Comment by sd9
3 months ago
> more information compression (see paper) => shorter context windows, more efficiency
It seems crazy to me that image inputs (of text) are smaller and more information dense than text - is that really true? Can somebody help my intuition?
See this thread https://news.ycombinator.com/item?id=45640720
As I understood the responses, the benefit comes from making better use of the embedding space. BPE tokenization is basically like a fixed lookup table, whereas when you form "image tokens" you just throw each 16x16 patch into a neural-net and (handwave) out comes your embedding. From that, it should be fairly intuitive that since current text tokenization embedding vectors won't even form a subspace (it can only just be ~$VOCAB_SIZE points), image tokens have the capacity to be more information dense. And you might hope that the neural network can somehow make use of that extra capacity, as you're not encoding one subword at a time.

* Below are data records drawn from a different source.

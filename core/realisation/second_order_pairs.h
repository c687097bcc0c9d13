#pragma once

#include "core/numerics/root_form.h"

#include <vector>

namespace cornerwright {

/// Roots of one section in d = z - 1: at most two poles, no more zeros than poles.
struct SectionRoots {
    ComplexVector zeros;
    ComplexVector poles;
};

/// Splits a proper function (roots in d = z - 1) into sections of first and second order, in their
/// order of execution; the gain is left to the caller.
///
/// An integrator stands alone, so that its pole is exact in every number format and an output limit
/// can hold it. Of the other real poles the one nearest the unit circle goes with the one furthest
/// from it, and so on (two slow poles in one section would lose each other's digits); an odd one
/// out, the nearest, stands alone. Starting with the poles nearest the unit circle, each group
/// takes the zeros nearest to it (ties: the smaller angle); then the groups are ordered by rising
/// pole radius. Where complex zeros need a second-order section that is not there, single poles are
/// joined.
std::vector<SectionRoots> second_order_pairs(const RootForm& function);

} // namespace cornerwright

It must be the tokenizer. Figuring out words from an image is harder (edges, shapes, letters, words, ...), yet internal representations are more efficient.
I always found it strange that tokens can't just be symbols but instead there's an alphabet of 500k tokens, completely removing low level information from language (rhythm, syllables, etc.), side-effect being a simple edge case of 2 rs in strawberry, or no way to generate predefined rhyming patterns (without constrained sampling). There's an understandable reason for these big token dictionaries, but feels like a hack.
I absolutely think that it can, but it depends on what mean you associate with each pixel.